There is a tension between the interests of seniors, who often want to do what is best for them, and new generations of employees, for example our recent graduates, who benefit from these in-person experiences. In-person interaction is helpful for mentoring and building new relationships.
I think a certain amount of experimentation is needed to figure out what works well. A corporate environment can even be 90% virtual; many interactions do not need to take place in person. But I suspect that some in-person presence will continue to be useful in an increasingly virtual world.
Do you think “working from home” is as effective as working in person?
Namini: I think from a cost perspective, a hybrid format works better. I don’t think companies should continue to work in expensive offices, even though some professions have no choice but to meet in person. Health care, laboratory research and manufacturing come to mind.
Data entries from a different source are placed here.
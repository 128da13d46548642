"""The start page: what runs here, where its API is described, and the caution."""

from __future__ import annotations

import logging
from importlib.metadata import PackageNotFoundError, version

from flask import Blueprint, Response, current_app, render_template

from service.workflows import health

_log = logging.getLogger(__name__)

blueprint = Blueprint("pages", __name__, template_folder="templates", static_folder="static")

CAUTION = (
    "Answers of this service speak of the named characteristics only; they are no safety clearance. Local "
    "regulations and the plant's authorised person decide on a lot."
)

# Everything a page needs comes from this server; nothing is framed, sniffed or told to other sites.
_GUARDS = {
    "Content-Security-Policy": (
        "default-src 'self'; frame-ancestors 'none'; form-action 'self'; base-uri 'none'"
    ),
    "Referrer-Policy": "same-origin",
    "X-Content-Type-Options": "nosniff",
}


@blueprint.get("/")
def start() -> str:
    """Show the start page."""
    services = current_app.extensions["shoalmark"]
    try:
        health.ready(services)
        ready = True
    except Exception:  # whatever it is, this process cannot decide
        _log.exception("readiness")
        ready = False
    return render_template("pages/start.html", ready=ready, number=_number(), caution=CAUTION)


def _number() -> str:
    try:
        return version("shoalmark")
    except PackageNotFoundError:  # run from a folder without installation
        return ""


def guard(response: Response) -> Response:
    """Tell browsers to trust nothing but this server."""
    for name, value in _GUARDS.items():
        response.headers.setdefault(name, value)
    return response
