"""Targets x samples x analyses: classical and robust, against closed sums, quadrature and simulation."""

import numpy as np
import pytest
from hypothesis import given, settings
from hypothesis import strategies as st
from mpmath import mp
from scipy import stats

from budgets.errors import EvidenceError
from budgets.evidence.robust_scales import algorithm_a, algorithm_s
from budgets.evidence.study_data import StudyData, evaluate_study


def evaluated(rows, columns=("target", "sample", "result")):
    return evaluate_study("sampling", StudyData(columns, tuple(map(tuple, rows))), study="sam")


def simulated(generator, deviations, sizes=(8, 2, 2), level=3.0):
    t, s, a = (d * generator.standard_normal(sizes[: k + 1]) for k, d in enumerate(deviations))
    return level + t[:, None, None] + s[:, :, None] + a


def rows_of(y):
    return [(i, j, float(v)) for i, of in enumerate(y) for j, own in enumerate(of) for v in own]


def test_classical_components_are_closed_sums():
    """The balanced nested analysis of variance: mean squares of the three layers (from memory)."""
    y = simulated(np.random.default_rng(1), (0.3, 0.2, 0.1), (9, 3, 2))
    evaluation = evaluated(rows_of(y))
    samples, targets = y.mean(2), y.mean((1, 2))
    within = y.var(axis=2, ddof=1).mean()
    between = 2 * samples.var(axis=1, ddof=1).mean()
    over = 6 * targets.var(ddof=1)
    assert evaluation.estimate("repeatability").variance == pytest.approx(within)
    assert evaluation.estimate("sampling").variance == pytest.approx((between - within) / 2)
    assert evaluation.estimate("between_targets").variance == pytest.approx((over - between) / 6)
    assert evaluation.estimate("measurement").variance == pytest.approx((between + within) / 2)
    table = evaluation.diagnostics["analysis_of_variance"]
    assert [line["degrees_of_freedom"] for line in table] == [8, 18, 27]
    assert table[1]["p_value"] == pytest.approx(stats.f.sf(between / within, 18, 27))
    levels = [
        evaluation.estimate(name).may_feed[0] for name in ("repeatability", "sampling", "between_targets")
    ]
    assert levels == ["reading", "sample", "lot"]
    assert not {"few-targets", "classical-and-robust-differ"} & {w.code for w in evaluation.warnings}


def test_a_relative_figure_needs_a_mean():
    y = simulated(np.random.default_rng(2), (0.3, 0.2, 0.1))
    figures = evaluated(rows_of(y)).diagnostics
    assert figures["relative_measurement_standard_deviation"] == pytest.approx(
        figures["measurement_standard_deviation"] / y.mean()
    )
    signs = np.array([[[1.0, 2.0], [-1.0, -2.0]], [[3.0, -3.0], [0.5, -0.5]]])
    assert evaluated(rows_of(signs)).diagnostics["relative_measurement_standard_deviation"] is None


def test_one_wild_sample_moves_the_robust_figures_little():
    y = simulated(np.random.default_rng(3), (0.3, 0.1, 0.05), (10, 2, 2))
    clean = evaluated(rows_of(y))
    y[4, 1] += 5.0
    wild = evaluated(rows_of(y))
    before, after = (e.estimate("robust_measurement").standard_uncertainty for e in (clean, wild))
    assert after < 1.5 * before
    assert wild.estimate("measurement").standard_uncertainty > 5 * after
    assert "classical-and-robust-differ" in [w.code for w in wild.warnings]
    assert ("Cochran", "4") in [(f["test"], f["group"]) for f in wild.diagnostics["findings"]]


def test_analyses_that_mostly_agree_leave_the_classical_evaluation_alone():
    y = np.array([[[1.0, 1.0], [2.0, 2.0]], [[3.0, 3.0], [4.0, 4.0]], [[5.0, 5.0], [6.0, 6.2]]])
    evaluation = evaluated(rows_of(y))
    assert [e.name for e in evaluation.estimates] == [
        "repeatability",
        "sampling",
        "between_targets",
        "measurement",
    ]
    assert {"robust-not-offered", "few-targets"} <= {w.code for w in evaluation.warnings}


@pytest.mark.parametrize(
    ("rows", "columns", "match"),
    [
        ([(0, 0, 1.0), (0, 1, 1.0)], ("target", "sample", "result"), "all results are equal"),
        ([(0, 0, 1.0), (0, 0, 1.1), (0, 1, 1.0)], ("target", "sample", "result"), "is balanced"),
        (
            [(t, s, 1.0 + t + s + a / 8) for t in (0, 1) for s in range(t + 2) for a in (0, 1)],
            ("target", "sample", "result"),
            "is balanced",
        ),
        (
            [(t, s, 1.0 + t + s) for t in (0, 1) for s in (0, 1)],
            ("target", "sample", "result"),
            "2 targets, 2 samples of each, 1 analyses",
        ),
        (
            [(0, s, 1.0 + s + a) for s in (0, 1) for a in (0, 1)],
            ("target", "sample", "result"),
            "1 targets, 2 samples",
        ),
        (
            [(t, 0, 1.0 + t + a) for t in (0, 1) for a in (0, 1)],
            ("target", "sample", "result"),
            "2 targets, 1 samples",
        ),
        (
            [(t, s, 1.0 + t + 2 * s) for t in (0, 1) for s in (0, 1) for _ in (0, 1)],
            ("target", "sample", "result"),
            "of every group are equal",
        ),
        (
            [(t, s, "a", 1.0 + t + s) for t in (0, 1) for s in (0, 1) for _ in (0, 1)],
            ("target", "sample", "analysis", "result"),
            "two results under the same analysis",
        ),
    ],
)
def test_data_that_are_not_the_design(rows, columns, match):
    with pytest.raises(EvidenceError, match=match):
        evaluated(rows, columns)


# --- robust scales ----------------------------------------------------------------------------------------


@pytest.mark.parametrize(
    ("nu", "eta", "xi"),
    [(1, 1.645, 1.097), (2, 1.517, 1.054), (3, 1.444, 1.039), (4, 1.395, 1.032), (9, 1.277, 1.017)],
)
def test_the_factors_of_algorithm_s(nu, eta, xi):
    """ISO 5725-5:1998, Table 2 = ISO 13528, Annex C (from memory), three decimals.

    With deviations (1, 1, ..., 1, huge) the solution is s = xi sqrt((k + eta^2 s^2) / (k + 1)).
    """
    s = algorithm_s([1.0] * 9 + [1e6], nu).standard_deviation
    assert s == pytest.approx(xi * np.sqrt((9 + eta**2 * s**2) / 10), rel=1e-3)


def test_algorithm_s_solves_its_equation():
    w = np.abs(np.random.default_rng(4).standard_normal(40))
    w[:3] *= 20
    s = algorithm_s(list(w), 1).standard_deviation
    eta = stats.norm.ppf(0.95)
    clean = mp.quad(lambda z: min(z, eta) ** 2 * mp.npdf(z) * 2, [0, eta, mp.inf])
    assert np.mean(np.minimum(w, eta * s) ** 2) == pytest.approx(s**2 * float(clean), rel=1e-12)


def test_algorithm_s_with_too_many_zeros_is_zero():
    assert algorithm_s([0.0] * 8 + [1.0, 1.0], 1).standard_deviation == 0
    assert algorithm_s([0.0] * 5 + [1.0] * 5, 1).standard_deviation > 0


def test_algorithm_a_on_data_of_which_most_are_equal():
    centre, scale = algorithm_a([1.0] * 6 + [1.2, 0.7])
    assert centre == pytest.approx(1.0, abs=0.03)
    assert scale.standard_deviation < 0.2


def test_algorithm_a_satisfies_its_equations():
    """x* is the mean and s* 1.134 (as printed) times the standard deviation of the winsorised values."""
    x = np.append(np.random.default_rng(5).normal(3, 0.1, 30), [9.0, -4.0])
    centre, scale = algorithm_a(list(x))
    s = scale.standard_deviation
    winsorised = np.clip(x, centre - 1.5 * s, centre + 1.5 * s)
    assert centre == pytest.approx(winsorised.mean(), rel=1e-12)
    assert s == pytest.approx(1.134 * winsorised.std(ddof=1), rel=1e-3)


@pytest.mark.parametrize("nu", [1, 2, 5])
def test_degrees_of_freedom_of_algorithm_s(nu):
    """1 / (2 Var ln s) over 1,000 simulated sets of 200 standard deviations."""
    generator = np.random.default_rng(6)
    w = np.sqrt(generator.chisquare(nu, (1000, 200)) / nu)
    found = [algorithm_s(list(row), nu) for row in w]
    logs = np.log([f.standard_deviation for f in found])
    assert logs.mean() == pytest.approx(0, abs=0.005)
    assert found[0].degrees_of_freedom == pytest.approx(1 / (2 * logs.var()), rel=0.15)
    assert found[0].degrees_of_freedom < 200 * nu


def test_degrees_of_freedom_of_algorithm_a():
    generator = np.random.default_rng(7)
    found = [algorithm_a(list(row))[1] for row in generator.standard_normal((500, 150))]
    logs = np.log([f.standard_deviation for f in found])
    assert found[0].degrees_of_freedom == pytest.approx(1 / (2 * logs.var()), rel=0.2)


# --- laws -------------------------------------------------------------------------------------------------

results = st.lists(st.integers(-999, 999), min_size=16, max_size=16)


@settings(max_examples=25, deadline=None)
@given(
    results, st.integers(-10_000, 10_000), st.sampled_from([0.001, 0.5, 1000.0]), st.permutations(range(16))
)
def test_shift_scale_and_order(values, shift, scale, order):
    keys = [(k // 4, k // 2 % 2) for k in range(16)]
    try:
        before = evaluated([(*key, float(v)) for key, v in zip(keys, values, strict=True)])
    except EvidenceError:
        return
    after = evaluated([(*keys[k], shift + scale * values[k]) for k in order])
    assert [e.name for e in after.estimates] == [e.name for e in before.estimates]
    size = max(abs(e.variance) for e in before.estimates)
    for one, other in zip(before.estimates, after.estimates, strict=True):
        assert other.variance == pytest.approx(scale**2 * one.variance, rel=1e-6, abs=1e-7 * scale**2 * size)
People are more efficient when working from a zoom on their desktop, even if they are not physically in an office. This flexibility and the reduction in travel time and costs allow people to put in more hours at work.
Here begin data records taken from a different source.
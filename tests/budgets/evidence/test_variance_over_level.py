"""The variance function, against a general minimiser (scipy) and against simulation."""

import math

import numpy as np
import pytest
from hypothesis import given, settings
from hypothesis import strategies as st
from scipy import optimize, stats

from budgets.errors import EvidenceError
from budgets.evidence.variance_over_level import CRITICAL_VALUE, variance_over_level

LEVELS = np.linspace(1.0, 8.0, 12)


def simulated(seed, s0=0.05, s1=0.03, levels=LEVELS, nu=4):
    generator = np.random.default_rng(seed)
    true = s0**2 + (s1 * levels) ** 2
    return levels, true * generator.chisquare(nu, len(levels)) / nu, np.full(len(levels), nu)


def deviance(parts, levels, variances, nu):
    v = parts[0] + parts[1] * levels**2
    return np.sum(nu * (np.log(v) + variances / v))


@pytest.mark.parametrize("seed", range(6))
def test_the_fit_is_the_minimum_that_a_general_minimiser_finds(seed):
    levels, variances, nu = simulated(seed)
    fit = variance_over_level(levels, variances, nu)
    reference = min(
        (
            optimize.minimize(
                deviance, start, args=(levels, variances, nu), bounds=[(1e-12, None)] * 2, method="L-BFGS-B",
                options={"ftol": 1e-15, "gtol": 1e-10},
            )
            for start in ((1e-3, 1e-4), (1e-4, 1e-3), (0.01, 1e-7))
        ),
        key=lambda found: found.fun,
    )  # fmt: skip
    ours = deviance((fit.constant**2, fit.proportional**2), levels, variances, nu)
    assert ours <= reference.fun + 1e-7
    pooled = np.average(variances, weights=nu)
    ratio = deviance((pooled, 0.0), levels, variances, nu) - ours
    assert fit.likelihood_ratio == pytest.approx(max(0.0, ratio), abs=1e-8)


def test_the_critical_value_is_the_published_one():
    # A parameter on its edge: 2.706, the 10 % point of chi-square with 1 degree of freedom (from memory).
    assert pytest.approx(2.706, abs=5e-4) == CRITICAL_VALUE
    assert pytest.approx(stats.chi2.isf(0.10, 1), rel=1e-12) == CRITICAL_VALUE


def test_sample_variances_that_follow_the_model_exactly_give_its_parts_back():
    variances = 0.05**2 + (0.03 * LEVELS) ** 2
    fit = variance_over_level(LEVELS, variances, [6] * 12)
    assert (fit.constant, fit.proportional) == pytest.approx((0.05, 0.03), rel=1e-5)
    assert fit.significant
    # Degrees of freedom at a level: fewer than all together.
    assert max(map(fit.degrees_of_freedom, LEVELS)) < 72


@pytest.mark.parametrize("seed", range(4))
def test_the_two_parts_as_mean_squares_never_claim_more_than_the_fit_knows(seed):
    fit = variance_over_level(*simulated(seed))
    (constant, nu0), (proportional, nu1) = fit.parts
    for level in LEVELS:
        spread = constant**2 / nu0 + (proportional * level**2) ** 2 / nu1
        assert fit.variance(level) ** 2 / spread <= fit.degrees_of_freedom(level)


def test_the_edges_constant_and_purely_proportional():
    flat = variance_over_level(LEVELS, np.full(12, 0.04), [3] * 12)
    assert (flat.constant, flat.proportional) == pytest.approx((0.2, 0.0), abs=1e-9)
    assert not flat.significant and flat.likelihood_ratio == 0
    falling = variance_over_level(LEVELS, 0.04 / LEVELS, [3] * 12)
    assert falling.proportional == 0.0
    steep = variance_over_level(LEVELS, 1e-4 * LEVELS**4, [3] * 12)
    assert steep.constant == 0.0 and steep.significant
    # A level of zero cannot have a variance of zero, unless nothing scatters there either.
    with_zero = variance_over_level([0.0, *LEVELS], [1e-6, *(0.03 * LEVELS) ** 2], [3] * 13)
    assert 0 < with_zero.constant < 0.01


def test_the_document_tells_three_levels_with_their_intervals():
    document = variance_over_level(*simulated(1)).to_document()
    assert [item["level"] for item in document["standard_deviations"]] == [1.0, LEVELS[6], 8.0]
    for item in document["standard_deviations"]:
        assert item["lower"] < item["standard_deviation"] < item["upper"]


@pytest.mark.parametrize(
    ("levels", "variances", "nu"),
    [
        (LEVELS[:4], np.full(4, 0.1), [9] * 4),
        (LEVELS[:6], np.full(6, 0.1), [1] * 6),
        (1000 + LEVELS, np.full(12, 0.1), [3] * 12),
        (LEVELS, np.zeros(12), [3] * 12),
        (LEVELS, np.full(12, 1e-180), [3] * 12),
    ],
)
def test_too_little_to_tell_is_refused(levels, variances, nu):
    with pytest.raises(EvidenceError, match="needs 5 levels with 10 degrees of freedom"):
        variance_over_level(list(levels), list(variances), nu)


@settings(max_examples=15, deadline=None)
@given(st.integers(0, 10**6), st.sampled_from([1e-6, 1e-2, 1e3, 1e8]))
def test_the_unit_does_not_matter_nor_the_order(seed, factor):
    levels, variances, nu = simulated(seed)
    fit = variance_over_level(levels, variances, nu)
    order = np.random.default_rng(seed).permutation(len(levels))
    scaled = variance_over_level(levels[order] * factor, variances[order] * factor**2, nu)
    assert scaled.likelihood_ratio == pytest.approx(fit.likelihood_ratio, abs=1e-6)
    for level in (1.0, 5.0, 8.0):
        assert math.sqrt(scaled.variance(level * factor)) / factor == pytest.approx(
            math.sqrt(fit.variance(level)), rel=1e-5
        )


@pytest.mark.slow
def test_coverage_and_size_are_as_measured():
    """2,000 simulated studies of 12 levels with 5 readings each: intervals at the ends, the test's size."""
    held = {1.0: 0, 8.0: 0}
    for seed in range(2000):
        fit = variance_over_level(*simulated(seed))
        for item in fit.to_document()["standard_deviations"]:
            true = math.hypot(0.05, 0.03 * item["level"])
            if item["level"] in held:
                held[item["level"]] += item["lower"] <= true <= item["upper"]
    shares = {level: count / 2000 for level, count in held.items()}
    size = np.mean([variance_over_level(*simulated(s, s1=0.0)).significant for s in range(2000)])
    # Approximate, as measured: see the message for the figures.
    assert all(0.92 <= share <= 0.99 for share in shares.values()), shares
    assert 0.03 <= size <= 0.07, size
We also saw a new speed. In the past, if a meeting was held at 10 a.m., people would engage in small talk and end up wandering around the office. Now, if a meeting is at 10 a.m., people join and start on time. It’s productive and with more participants whose image is conveyed to all, people are more engaged, more attentive and offer more to the discussion. Private chats can still take place via direct chats as well as a chat broadcast to all participants.
Personally, I like coming to the office because I’m dealing with distractions at home, like the TV, the dog, and the fridge. But if people feel they are producing higher quality work from home, they should have that opportunity. For me, flexibility is what I value and the quality of my interaction with others during office hours, classes and general meetings seems better.
We’re getting to a point where work-life balance is as valuable as pay. I tell my students to join a company that treats you like a person rather than a commodity. If the job is done, employers shouldn’t worry about the location. I think it takes confidence, maturity and resources to manage this modality, but anything that improves the quality of life for human beings and improves economic productivity should be encouraged.